Is (Deep) Reinforcement Learning Barking Up The Wrong Tree


These are some notes that I jotted down quickly when watching Chris Atkeson’s guest lecture in CMU’s Deep RL class. See here(part 1, part 2) for the original video.

The big question

Are the things deep reinforcement learning are likely to provide anything like the kinds of things we have to do to make the robots we work with actually do tasks?

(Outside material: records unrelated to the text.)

"""Gain, phase, residuals and ribbon show what was measured, for every kind of model, and never a NaN."""

from __future__ import annotations

import re
from dataclasses import replace

import numpy as np
import pytest
from matplotlib.colors import same_color
from report_rig import OVERDAMPED, VANE, identification, response_run, step_result

from excitation import Limits, MultisineSettings, StepSettings, design_multisine, design_step_sequence
from freqid.errors import EstimationError
from freqid.estimate.distortion import EVEN, ODD, DistortionLevels
from freqid.estimate.identification import Identification
from freqid.report import gain_and_phase_figure, profile_card_figure, residual_figure, ribbon_figure, svg_text
from freqid.report.data_ribbon import ribbon_of
from freqid.report.envelope import thinned
from freqid.report.figure_style import LIGHT
from freqid.report.residual_ladder import scaled_residuals
from freqid.report.response_display import model_curve, shown_distortion, shown_response
from freqid.second_order import SecondOrder

LIMITS = Limits(voltage=5.0, slew_rate=500.0, angle=30.0)


@pytest.mark.parametrize(
    ("model", "offset_known", "n_lines"),
    [
        (VANE, False, 1), (VANE, True, 1), (VANE, False, 3000), (OVERDAMPED, False, 40), (OVERDAMPED, True, 1),
        (replace(VANE, gain=-12.0), True, 40),
    ],
)  # fmt: skip
def test_figures_of_every_kind_are_drawn_without_nan(model: SecondOrder, offset_known: bool, n_lines: int) -> None:
    """One line, many lines, no resonance, a reversed sensor: SVG without NaN and below 300 kB."""
    found = identification(model, offset_known=offset_known, n_lines=n_lines)
    for figure in (gain_and_phase_figure(found, step_result=step_result()), residual_figure(found)):
        text = svg_text(figure)
        assert not re.search(r"\bnan\b", text, re.IGNORECASE)
        assert len(text) < 300_000


def test_resonance_panel_only_where_there_is_a_resonance() -> None:
    """From a damping ratio of 1/sqrt(2) on the gain has no peak to enlarge."""
    assert len(gain_and_phase_figure(identification(VANE)).axes) == 3
    assert len(gain_and_phase_figure(identification(OVERDAMPED)).axes) == 2


@pytest.mark.parametrize("model", [VANE, OVERDAMPED, replace(VANE, gain=-12.0)])
def test_phase_shown_is_the_model_without_its_lag_where_the_clocks_differ(model: SecondOrder) -> None:
    """With the lag taken out the phase of a second-order rig stays within half a turn of its start."""
    found = identification(model, offset_known=False)
    shown = shown_response(found.response, found.model)
    start = 0.0 if model.gain > 0 else -180.0
    assert np.all(shown.phase < start + 10) and np.all(shown.phase > start - 190)
    truth = np.degrees(np.angle(replace(model, delay=0.0).response(shown.frequency)))
    turns = (shown.phase - truth) / 360
    # the noise is 0.03 deg/V beside a smallest gain of 12 / 16 = 0.75 deg/V (12 Hz, four times fn): 0.04 rad rms or
    # less in either direction / sqrt(2); 40 lines at 4 sigma: 6.5 deg. Overdamped: gain 0.52 at 12 Hz, 9.4 deg.
    assert np.max(np.abs(turns - np.round(turns))) * 360 < 9.4


def test_phase_shown_keeps_a_delay_that_is_the_rigs_own() -> None:
    """On a common clock the phase falls by 360 f tau more."""
    without, own = identification(offset_known=False), identification(offset_known=True)
    band = (0.3, 12.0)
    fall = model_curve(own.model, band).phase - model_curve(without.model, band).phase
    frequency = model_curve(own.model, band).frequency
    # both phases are computed in double precision from numbers below 1000
    np.testing.assert_allclose(fall, -360 * VANE.delay * frequency, atol=1e-9)


def test_model_band_is_that_of_the_covariance() -> None:
    """At the lowest frequency the gain is K and its band that of K alone."""
    found = identification()
    curve = model_curve(found.model, (0.001, 10.0))
    half = found.model.parameters["gain"]
    assert half is not None
    # at x = f / fn = 3e-4 the gain and its derivatives differ from those at zero by x^2 = 1e-7, times 12 / 3 at most
    assert curve.gain_half[0] == pytest.approx(half.expanded_uncertainty, rel=1e-5)


def test_scaled_residuals_of_the_true_model_have_unit_scatter() -> None:
    """Over 200 seeds and 40 lines both parts have mean square one."""
    parts = []
    for seed in range(200):
        found = identification(seed=seed)
        parts.append(scaled_residuals(found.response, found.model.model))
    values = np.concatenate([[part.real, part.imag] for part in parts])
    # mean square of 16000 unit normals scatters by sqrt(2 / 16000) = 0.011; 4 sigma 0.045
    assert np.mean(values**2) == pytest.approx(1.0, abs=0.045)


def ribbon_inputs() -> Identification:
    """An identification whose residual holds one reading far from the model."""
    found = identification()
    residual = found.residual.copy()
    residual[100] = 30.0
    return replace(found, residual=residual)


def test_ribbon_finds_every_planted_fault() -> None:
    """One unreadable frame, five clipped readings, one outlier, one gap of three frames, one repeated stamp."""
    run = response_run()
    time = np.delete(run.angle.time, [200, 201, 202]).copy()
    angle = np.delete(run.angle.angle, [200, 201, 202])
    time[300] = time[299]
    run = replace(run, angle=replace(run.angle, time=time, angle=angle))
    ribbon = ribbon_of(run, ribbon_inputs())
    counts = {name: len(times) for name, times in ribbon.events.items()}
    assert counts == {
        "gap, frames lost": 1, "unreadable": 1, "repeated stamp": 1, "far from model": 1, "clipped": 5,
    }  # fmt: skip
    assert ribbon.lost_frames == 3
    assert ribbon.events["gap, frames lost"][0] == time[199]


def test_ribbon_is_quiet_when_all_is_well() -> None:
    """A clean run has no events, and the rms of each period is that of the residual."""
    run = response_run()
    clean = replace(run.angle, angle=np.sin(np.arange(len(run.angle.time))))
    found = identification()
    ribbon = ribbon_of(replace(run, angle=clean), found)
    assert sum(len(times) for times in ribbon.events.values()) == 0
    inside = (found.time >= 1.0) & (found.time < 7.0)
    # three periods with 120 frames each: their mean square is that of all
    assert np.mean(ribbon.period_rms**2) == pytest.approx(np.mean(found.residual[inside] ** 2), rel=1e-12)
    assert len(svg_text(ribbon_figure(run, found))) < 300_000


@pytest.mark.parametrize("kind", ["multisine", "step"])
@pytest.mark.parametrize("known", [False, True])
def test_profile_card_is_drawn_for_every_profile(kind: str, known: bool) -> None:
    """With rigs there are three panels, the swing among them; without any there are two."""
    rigs = (VANE, replace(VANE, gain=12.6, damping_ratio=0.1)) if known else ()
    if kind == "step":
        profile = design_step_sequence(StepSettings(sample_rate=500.0, limits=LIMITS, duration=12.0, amplitude=0.9))
    else:
        settings = MultisineSettings(
            band=(0.5, 8.0), duration=12.0, sample_rate=500.0, limits=LIMITS, phases="schroeder", amplitude=0.9
        )
        profile = design_multisine(settings)
    figure = profile_card_figure(profile, rigs, LIMITS)
    assert len(figure.axes) == (3 if known else 2)
    assert len(svg_text(figure)) < 300_000


def test_response_without_a_usable_line_is_refused_in_words() -> None:
    """Nothing finite to show is an error that the report turns into a sentence."""
    found = identification()
    empty = replace(found.response, variance=np.full(len(found.response.frequency), np.nan))
    with pytest.raises(EstimationError, match="none is finite"):
        gain_and_phase_figure(replace(found, response=empty))
    with pytest.raises(EstimationError, match="has an uncertainty"):
        residual_figure(replace(found, response=empty))


def test_thinning_keeps_every_extreme() -> None:
    """Of 100000 points the largest and the smallest stay, in order, and the number falls to what was asked."""
    rng = np.random.default_rng(3)
    x, y = np.arange(100_000.0), rng.standard_normal(100_000)
    y[77_777], y[5] = 50.0, np.nan
    kept_x, kept_y = thinned(x, y, points=1000)
    assert len(kept_x) <= 1000 and np.all(np.diff(kept_x) > 0)
    assert kept_y.max() == 50.0 and kept_y.min() == np.nanmin(y)


def _levels(power: list[float], parity: list[int]) -> DistortionLevels:
    """Detection lines from 1 Hz upwards, powers known to 0.01, each with a linear answer of 2 deg."""
    n = len(power)
    return DistortionLevels(
        frequency=np.arange(1.0, n + 1), power=np.array(power), power_uncertainty=np.full(n, 0.01),
        noise=np.full(n, 0.1), linear=np.full(n, 2.0), noise_freedom=np.full(n, 20.0), parity=np.array(parity),
    )  # fmt: skip


def test_distortion_is_shown_where_it_stands_clear_of_the_noise() -> None:
    """Only lines whose power exceeds twice its uncertainty are shown, as amplitude over linear answer times gain."""
    found = replace(identification(), distortion=_levels([0.04, 0.015, 0.09, -0.01], [ODD, ODD, EVEN, EVEN]))
    odd, even = shown_distortion(found)
    assert (odd.kind, even.kind) == ("odd", "even")
    np.testing.assert_allclose(odd.frequency, [1.0])
    np.testing.assert_allclose(even.frequency, [3.0])
    gain = np.abs(found.model.model.response(np.array([1.0, 3.0])))
    np.testing.assert_allclose([odd.gain[0], even.gain[0]], gain * np.sqrt([0.04, 0.09]) / 2)


def test_distortion_has_a_mark_and_a_name_of_its_own() -> None:
    """The figure names the order that is there, and draws its marks in plum."""
    found = replace(identification(), distortion=_levels([0.04, 0.0], [ODD, EVEN]))
    axes = gain_and_phase_figure(found).axes[0]
    assert "▲ odd" in axes.get_title(loc="right") and "even" not in axes.get_title(loc="right")
    marks = [line for line in axes.get_lines() if line.get_marker() == "^"]
    assert len(marks) == 1 and same_color(marks[0].get_color(), LIGHT.distortion)
    assert gain_and_phase_figure(identification()).axes[0].get_title(loc="right") == ""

  • Deep RL seems to be about representing complexity
  • Atkeson’s Ideology: Learning = Optimization
    • I need to think more about the tradeoffs between function approximation (learning, optimal control, etc) and control synthesis based on geometry, dynamics, and experimentation
  • Behaviors learned on one robot don’t necessarily work on identical robots
    • This suggest that model-based approaches aren’t enough
  • Hierarchical layers of control for DARPA Robotics challenge
    • Level 1: Use A* to solves the foot placement problem
    • Level 2: Use trajectory optimization to plan a path for the COM
    • Level 3: RHC
    • Level 4: Full body control
    • Notice that simpler models are used to plan further into the future
  • The quest for the perfect model is doomed
    • Controlling Atlas is hard because it’s actually very difficult to locate the center of mass within 2cm.
    • Structures bend
    • Joints have backlash and sometimes they have play
    • Essentially things deform
  • Why not learn a model??
    • COM changes drastically for humans running
    • It’s hard or near impossible to completely model the human body in terms of positions, velocities, angular velocities, and torques
  • How do you tell your optimizer that you are unsure about your model?
    • Atkeson likes policy gradient for learning policies
    • Learning a parameterized policy rather than optimizing a single trajectory
    • My question: Why is random search a good strategy?
    • How do learn controllers and not overfit the model
    • Adding noise isn’t the right way to train a model because the error due to noise doesn’t propagate.
      • Is this due to noise being random? Random noise is not correlated.
    • If you mis-estimate the mass or there’s a delay, then the errors will correlate over time
  • How to find the easy way for robots to do things
    • For example, use hands to balance
    • A large part of human learning is from demonstration
    • LFD works well if the teacher and student have the same shape and kinematic structure
    • Cooking challenge
      • This will force robots to learn generalizable skills
    • Many things are easy to do with robots if state estimation is easy
      • Pixels to torques might be hard because we haven’t fully solved computer vision yet


What is a low-pass filter? What is bandwidth? Is this how we model actuators?